Thomas K. Spencer




Thomas K. Spencer was born in Pasco County but resided in Hillsborough County most of his life. He devoted his youthful efforts to the printer's trade and was a pioneer in the newspaper business in Florida. At 15, he enlisted in the Florida Infantry as a drummer boy. He served a year before his superior officers became aware that he was under the required age and sent him home with a military discharge. But with martial spirit he re-enlisted, this time as a blockade runner. He was captured by the enemy and languished in a military prison for seven months. As soon as he was released, he was off again in a cavalry company for the Southern cause. He was the last man in the Confederate service of the state of Florida, having been sent with dispatches and not returning until twenty days after the surrender.

After the war, Spencer returned home and attempted to revive The Florida Peninsular newspaper, would would become the The Tampa Tribune. Under President Cleveland's first administration, Spencer was Collector of Customs, and in 1893 he was elected Sheriff, a position he held for eight years.

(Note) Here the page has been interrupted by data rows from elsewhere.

import { useId, useState } from 'react';
import { useTranslation } from 'react-i18next';
import type { CandidateResult } from '#shared/weigh-up.ts';
import { VerdictMark } from '#src/components/beam.tsx';
import { Button } from '#src/components/button.tsx';
import { Checkbox } from '#src/components/checkbox.tsx';
import { Field } from '#src/components/field.tsx';
import { SortChooser, SortHeading } from '#src/components/sort-controls.tsx';
import { TextInput } from '#src/components/text-input.tsx';
import { useFormat } from '#src/components/use-format.ts';
import { useCautionItems } from '#src/use-caution-items.ts';
import {
  candidateColumns,
  chanceToTell,
  useCandidateTable,
  type CandidateColumn,
  type CandidateTable,
} from './use-candidate-table.ts';

const unit = 't/ha';

/** Figures stand at the end of their column. */
const columnSides: Record<CandidateColumn, string> = {
  candidate: 'text-left',
  gap: 'text-right',
  verdict: 'text-left',
  siteYears: 'text-right',
  money: 'text-right',
  cautions: 'text-right',
};

type CandidateListProps = {
  candidates: readonly CandidateResult[];
  keptIds: readonly string[];
  /** Whether one more can be kept. */
  hasRoom: boolean;
  onKeep: (id: string, isKept: boolean) => void;
  currentName: string;
  aliasesOf: (varietyId: string) => readonly string[];
};

/** Every candidate with its gap, verdict and cautions, searched and sorted; on a phone each is a card. */
export function CandidateList({ candidates, aliasesOf, currentName, ...row }: CandidateListProps) {
  const { t } = useTranslation('weigh-up');
  const table = useCandidateTable(candidates, aliasesOf);
  return (
    <div className="@container">
      <CandidateSearch table={table} total={candidates.length} />
      {/* Roles are repeated because a turned table is laid out as blocks, and browsers then drop its meaning. */}
      <table role="table" className="w-full border-collapse text-left">
        <caption className="sr-only">{t('new.caption', { current: currentName })}</caption>
        <CandidateHeadings table={table} />
        {table.shown.map((candidate) => (
          <CandidateRow key={candidate.varietyId} candidate={candidate} {...row} />
        ))}
      </table>
      {table.shown.length === 0 && (
        <div className="flex flex-wrap items-center gap-x-4 border-b border-rule py-4">
          <p>{t('new.noMatch', { search: table.search })}</p>
          <Button tone="quiet" onClick={() => table.setSearch('')}>
            {t('new.showAll')}
          </Button>
        </div>
      )}
    </div>
  );
}

function CandidateSearch({ table, total }: { table: CandidateTable; total: number }) {
  const { t } = useTranslation('weigh-up');
  const { search, setSearch, shown, sort, setSort } = table;
  return (
    <div className="mb-2 flex flex-wrap items-end gap-x-4 gap-y-2">
      <Field label={t('new.search')} className="grow @xl:max-w-xs">
        <TextInput
          type="search"
          value={search}
          onChange={(event) => setSearch(event.target.value)}
          // Enter here would send the whole form off.
          onKeyDown={(event) => event.key === 'Enter' && event.preventDefault()}
        />
      </Field>
      <SortChooser
        columns={candidateColumns.map((id) => ({ id, header: t(`new.column.${id}`) }))}
        sort={sort}
        onSort={setSort}
        className="flex grow @xl:hidden"
      />
      <p role="status" className="py-2 text-sm text-faded">
        {shown.length < total ? t('new.shown', { count: shown.length, total }) : ''}
      </p>
    </div>
  );
}

function CandidateHeadings({ table: { sort, sortBy } }: { table: CandidateTable }) {
  const { t } = useTranslation('weigh-up');
  return (
    <thead role="rowgroup" className="@max-xl:hidden">
      <tr role="row" className="border-b-2 border-ink">
        {candidateColumns.map((column) => {
          const direction =
            sort?.columnId === column ? (sort.isDescending ? 'descending' : 'ascending') : null;
          return (
            <th
              key={column}
              role="columnheader"
              scope="col"
              aria-sort={direction ?? 'none'}
              className={`px-2 align-bottom text-sm font-semibold text-faded first:pl-0 last:pr-0 ${columnSides[column]}`}
            >
              <SortHeading
                words={t(`new.column.${column}`)}
                direction={direction}
                onSort={() => sortBy(column)}
                className={columnSides[column]}
              />
            </th>
          );
        })}
      </tr>
    </thead>
  );
}

type CandidateRowProps = Pick<CandidateListProps, 'keptIds' | 'hasRoom' | 'onKeep'> & {
  candidate: CandidateResult;
};

/** A card of three lines where the screen is narrow: name and gap, verdict and chance, trials and cautions. */
function CandidateRow({ candidate, keptIds, hasRoom, onKeep }: CandidateRowProps) {
  const { t } = useTranslation(['weigh-up', 'verdicts']);
  const format = useFormat();
  const [isOpen, setOpen] = useState(false);
  const wordsId = useId();
  const { varietyId, varietyName, verdict, siteYears, cautions } = candidate;
  const isKept = keptIds.includes(varietyId);
  const chance = chanceToTell(candidate);
  const space = 'px-2 py-1 @xl:py-2 first:pl-0 last:pr-0 align-top @max-xl:px-0';
  return (
    <tbody role="rowgroup" className="border-b border-rule">
      <tr
        role="row"
        className="@max-xl:grid @max-xl:grid-cols-[minmax(0,1fr)_auto] @max-xl:gap-x-4 @max-xl:py-2"
      >
        <th role="rowheader" scope="row" className={`${space} text-left font-semibold`}>
          <Checkbox
            label={varietyName}
            className="-my-2"
            checked={isKept}
            disabled={!isKept && !hasRoom}
            onChange={(event) => onKeep(varietyId, event.target.checked)}
          />
        </th>
        <td role="cell" className={`${space} text-right`}>
          <GapOfCandidate candidate={candidate} />
        </td>
        <td role="cell" className={space}>
          <VerdictMark verdict={verdict} className="text-sm" />
        </td>
        {/* Where there are no headings, the figures of a card say themselves what they are. */}
        <td
          role="cell"
          className={`${space} text-right @max-xl:row-start-3 @max-xl:self-center @max-xl:text-left @max-xl:text-sm`}
        >
          <span className="@xl:hidden">{t('verdicts:siteYears', { count: siteYears })}</span>
          <span className="@max-xl:hidden">{format.number(siteYears)}</span>
        </td>
        <td role="cell" className={`${space} text-right @max-xl:text-sm`}>
          {chance === null ? (
            <span className="text-sm text-faded">{t('verdicts:cantSay')}</span>
          ) : (
            <>
              <span className="@xl:hidden">{t('weigh-up:new.column.money')} </span>
              {format.chance(chance)}
            </>
          )}
        </td>
        <td role="cell" className={`${space} text-right`}>
          {cautions.length === 0 ? (
            <span className="text-sm text-faded">{t('weigh-up:new.noCautions')}</span>
          ) : (
            <button
              type="button"
              aria-expanded={isOpen}
              aria-controls={wordsId}
              onClick={() => setOpen(!isOpen)}
              className="tap-target -my-2 text-sm text-break-even underline underline-offset-4 hover:decoration-2"
            >
              {t('verdicts:cautionCount', { count: cautions.length })}
              <span className="sr-only"> {varietyName}</span>{' '}
              <span aria-hidden="true">{isOpen ? '▲' : '▼'}</span>
            </button>
          )}
        </td>
      </tr>
      {isOpen && <CautionRow candidate={candidate} wordsId={wordsId} />}
    </tbody>
  );
}

function GapOfCandidate({ candidate: { gap, verdict } }: { candidate: CandidateResult }) {
  const { t } = useTranslation(['weigh-up', 'drawings']);
  const format = useFormat();
  if (gap === null) return <span className="text-faded">{t('weigh-up:new.noGap')}</span>;
  const decimals = format.decimals(gap.se, unit);
  return (
    <>
      <span className="block font-semibold">{format.gap(gap.estimate, unit, decimals)}</span>
      {verdict !== 'thin' && (
        <span className="block text-sm whitespace-nowrap text-faded">
          {t('drawings:gapStrip.fromTo', format.ends(gap.region, unit, decimals))}
        </span>
      )}
    </>
  );
}

function CautionRow({ candidate, wordsId }: { candidate: CandidateResult; wordsId: string }) {
  const { t } = useTranslation('common');
  const cautionItems = useCautionItems();
  return (
    <tr role="row" id={wordsId} className="@max-xl:block">
      <td role="cell" colSpan={candidateColumns.length} className="@max-xl:block">
        <ul className="mb-3 flex flex-col gap-1.5 rounded-lg bg-warning px-4 py-3">
          {cautionItems(candidate.cautions).map(({ id, severity, text }) => (
            <li key={id} className="max-w-prose">
              <strong className="font-semibold">{t(`severity.${severity}`)}</strong> {text}
            </li>
          ))}
        </ul>
      </td>
    </tr>
  );
}
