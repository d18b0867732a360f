function fold(text: string): string {
  return text
    .normalize('NFD')
    .replace(/\p{Diacritic}/gu, '')
    .toLowerCase();
}

/** Whether every word searched for is somewhere in the text, accents and case aside. */
export function matchesWords(text: string, search: string): boolean {
  const folded = fold(text);
  return fold(search)
    .split(/\s+/)
    .every((word) => folded.includes(word));
}
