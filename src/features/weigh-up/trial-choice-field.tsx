import { useTranslation } from 'react-i18next';
import { Field } from '#src/components/field.tsx';
import { Select } from '#src/components/select.tsx';
import { trialChoices, type ChosenTrials } from './chosen-farm.ts';

type TrialChoiceFieldProps = {
  value: ChosenTrials;
  onChange: (chosen: ChosenTrials) => void;
  /** The nearest sites can only be found from a farm that has a place. */
  hasPlace: boolean;
};

/** Which trials answer the question: the region's own unless the advisor asks for others. */
export function TrialChoiceField({ value, onChange, hasPlace }: TrialChoiceFieldProps) {
  const { t } = useTranslation('weigh-up');
  return (
    <Field
      label={t('farm.trials')}
      hint={hasPlace ? t('farm.elsewhereHint') : `${t('farm.elsewhereHint')} ${t('farm.nearestHint')}`}
    >
      <Select
        value={value}
        onChange={(event) =>
          onChange(trialChoices.find((choice) => choice === event.target.value) ?? 'region')
        }
        options={trialChoices.map((choice) => ({
          value: choice,
          label: t(`farm.choice.${choice}`),
          isDisabled: choice === 'nearest' && !hasPlace,
        }))}
      />
    </Field>
  );
}
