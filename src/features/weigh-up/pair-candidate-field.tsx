import { useTranslation } from 'react-i18next';
import type { CandidateResult } from '#shared/weigh-up.ts';
import { Field } from '#src/components/field.tsx';
import { Select } from '#src/components/select.tsx';
import { useLanguage } from '#src/components/use-language.ts';
import { useUrlPatch } from '#src/url-state.ts';

type PairCandidateFieldProps = { candidates: readonly CandidateResult[]; chosenId: string | undefined };

/** The one candidate of a planned pair, chosen by name alone: no figure is shown before it is chosen. */
export function PairCandidateField({ candidates, chosenId }: PairCandidateFieldProps) {
  const { t } = useTranslation('weigh-up');
  const language = useLanguage();
  const patch = useUrlPatch();
  const byName = [...candidates].sort((a, b) => a.varietyName.localeCompare(b.varietyName, language));
  return (
    <Field label={t('question.pairCandidate')} hint={t('question.pairHint')} isRequired>
      <Select
        value={chosenId ?? ''}
        onChange={(event) => patch({ candidates: event.target.value })}
        placeholder={t('question.choosePair')}
        options={byName.map(({ varietyId, varietyName }) => ({ value: varietyId, label: varietyName }))}
      />
    </Field>
  );
}
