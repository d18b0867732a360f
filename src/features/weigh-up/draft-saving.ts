import { useEffect, useRef, useState } from 'react';
import { useMutation, useQueryClient } from '@tanstack/react-query';
import { useFormState, useWatch, type UseFormReturn } from 'react-hook-form';
import { useTranslation } from 'react-i18next';
import { useSearchParams } from 'react-router-dom';
import {
  createDraft,
  draftContent,
  saveDraft,
  type DraftContent,
  type WeighUpDraft,
} from '#shared/weigh-up-draft.ts';
import { ApiError, callApi, type CallOptions } from '#src/api-client.ts';
import { showToast } from '#src/components/toaster.tsx';
import { saveFirst } from '#src/save-first.ts';
import { useErrorText } from '#src/use-error-text.ts';
import { useUrlPatch } from '#src/url-state.ts';
import type { NewWeighUpDraft, NewWeighUpForm } from './new-weigh-up-form.ts';
import { draftsQuery } from './weigh-up-queries.ts';

/** Saved this long after the last edit, ms. */
const pause = 1000;

const prices = ['priceLow', 'priceMiddle', 'priceHigh'] as const;

/** The form as a draft holds it: prices of the sheet are left to the sheet. */
export function toFormDraft(content: DraftContent | undefined): NewWeighUpDraft {
  return {
    growerName: content?.growerName ?? '',
    farmName: content?.farmName ?? '',
    areaHectares: content?.areaHectares ?? null,
    usualYield: content?.usualYield ?? null,
    priceLow: null,
    priceMiddle: null,
    priceHigh: null,
  };
}

/** Puts a draft's prices over those of the sheet, as if they had just been typed. */
export function typePrices(
  form: UseFormReturn<NewWeighUpDraft, unknown, NewWeighUpForm>,
  content: DraftContent | undefined,
): void {
  for (const name of prices) {
    const price = content?.[name] ?? null;
    if (price !== null) form.setValue(name, price, { shouldDirty: true });
  }
}

/** The address's query without the draft that it names: the question alone. */
export function questionOf(search: URLSearchParams): string {
  const question = new URLSearchParams(search);
  question.delete('draft');
  return question.toString();
}

/** What is typed may be no figure yet (NaN): a draft does not keep that. */
const figureOf = (value: number | null | undefined): number | null =>
  typeof value === 'number' && Number.isFinite(value) ? value : null;

export type DraftSaving = {
  /** null before the first saving */
  draftId: string | null;
  /** Whether the draft is kept as it stands. */
  isKept: boolean;
  error: Error | null;
  /** Ends the saving, since the draft becomes a weigh-up; waits for the one under way, and gives the draft's id, if there is one. */
  stop: () => Promise<string | null>;
  /** Goes on saving: the draft did not become a weigh-up. */
  goOn: () => void;
};

/**
 * Keeps what is typed as a draft on the server, a second after the last edit or when the page is left, once there is
 * something typed.
 * @param opened the draft that the page was opened with
 */
export function useDraftSaving(
  form: UseFormReturn<NewWeighUpDraft, unknown, NewWeighUpForm>,
  opened: WeighUpDraft | undefined,
): DraftSaving {
  const [search] = useSearchParams();
  const patch = useUrlPatch();
  const client = useQueryClient();
  const { t } = useTranslation('record');
  const errorText = useErrorText();
  const refreshList = () => client.invalidateQueries({ queryKey: draftsQuery.queryKey });
  const held = useRef<WeighUpDraft | null>(opened ?? null);
  const underWay = useRef<Promise<unknown>>(Promise.resolve());
  const leave = useRef((): Promise<unknown> => Promise.resolve());
  const [isStopped, setIsStopped] = useState(false);
  const typed = useWatch({ control: form.control });
  const { isDirty, dirtyFields } = useFormState({ control: form.control });
  const content: DraftContent = {
    question: questionOf(search),
    growerName: typed.growerName ?? '',
    farmName: typed.farmName ?? '',
    areaHectares: figureOf(typed.areaHectares),
    usualYield: figureOf(typed.usualYield),
    priceLow: dirtyFields.priceLow ? figureOf(typed.priceLow) : null,
    priceMiddle: dirtyFields.priceMiddle ? figureOf(typed.priceMiddle) : null,
    priceHigh: dirtyFields.priceHigh ? figureOf(typed.priceHigh) : null,
  };
  const text = JSON.stringify(content);
  // One at a time: the revision of one saving is what the next is made over.
  const write = (written: string): Promise<string> => {
    const writing = underWay.current
      .catch(() => undefined)
      .then(() => keep(held.current, draftContent.parse(JSON.parse(written))))
      .then((draft) => {
        held.current = draft;
        return draft.id;
      });
    underWay.current = writing;
    return writing;
  };
  const [saved, setSaved] = useState(opened && { id: opened.id, text: JSON.stringify(opened.content) });
  const {
    mutate,
    error,
    isPending,
    variables: tried,
  } = useMutation({
    mutationFn: write,
    onSuccess: refreshList,
  });
  const isUnsaved = !isStopped && (isDirty || saved !== undefined) && text !== saved?.text;
  useEffect(() => {
    // What was refused waits for the next edit.
    const mayTry = !isPending && (error === null || text !== tried);
    if (!mayTry || !isUnsaved) return undefined;
    const save = () =>
      mutate(text, {
        // Not told any more once the page is left, whose address it would change.
        onSuccess: (id) => {
          setSaved({ id, text });
          patch({ draft: id });
        },
      });
    const timer = setTimeout(save, pause);
    // A page that goes out of sight may never be seen again: closed, or put away on a phone.
    const saveOutOfSight = () => document.visibilityState === 'hidden' && save();
    document.addEventListener('visibilitychange', saveOutOfSight);
    return () => {
      clearTimeout(timer);
      document.removeEventListener('visibilitychange', saveOutOfSight);
    };
  }, [isPending, error, tried, isUnsaved, text, mutate, patch]);
  useEffect(() => {
    leave.current = () => {
      if (!isUnsaved || (isPending && text === tried)) return underWay.current;
      const kept = (id: string) => {
        setSaved({ id, text });
        return refreshList();
      };
      return write(text).then(kept, (reason) => showToast(t('drafts.failed', { reason: errorText(reason) })));
    };
  });
  // For another page of the product, or for signing out, there is no second to wait.
  useEffect(() => () => void leave.current(), []);
  useEffect(() => saveFirst(() => leave.current()), []);
  const stop = async () => {
    setIsStopped(true);
    await underWay.current.catch(() => undefined);
    return held.current?.id ?? null;
  };
  const goOn = () => setIsStopped(false);
  return { draftId: saved?.id ?? null, isKept: text === saved?.text, error, stop, goOn };
}

const lasting: CallOptions = { keepalive: true };

/**
 * Writes on the draft held, or begins one where there is none. One that was written on, deleted or weighed in another
 * tab is left as it stands there, and what is typed here becomes a draft of its own.
 */
async function keep(held: WeighUpDraft | null, content: DraftContent): Promise<WeighUpDraft> {
  if (held !== null) {
    const { id: draftId, revision } = held;
    try {
      return (
        await callApi(saveDraft, { params: { draftId }, body: { revision, content } }, undefined, lasting)
      ).draft;
    } catch (error) {
      if (!(error instanceof ApiError) || !movedElsewhere.has(error.code)) throw error;
    }
  }
  return (await callApi(createDraft, { body: { content } }, undefined, lasting)).draft;
}

const movedElsewhere: ReadonlySet<ApiError['code']> = new Set(['revision-conflict', 'not-found'] as const);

As Sheriff, Spencer planned and began the work that stands as one of the monuments of his official career - the system of good roads which have brought Hillsborough County favorable notice and proved of inestimable advantage to its residents.  In office, he was over watchful to his duty, and he executed the important tasks of the public trust with a conscientious regard for its responsibilities.  Levin Armwood, the first black deputy sheriff, worked for Spencer and on May 27, 1895, sheriff Spencer wrote:  "To whom it may concern . . . This is to certify that Levin Armwood is a Deputy Sheriff in and for Hillsborough County and is authorized to carry prisoners to court."  Hillsborough County's Armwood High School was named after Levin Armwood's Daughter, Blanche.

Because of illness, Spencer retired from public life on January 1, 1901, and was in fact, seriously ill with LaGrippe, which developed into pneumonia. He died on May 6 at the age of 56. In accounts from his obituary, it was noted that "no citizen had done more for the upbuilding of Tampa as he, and he gained the respect and love of its citizens."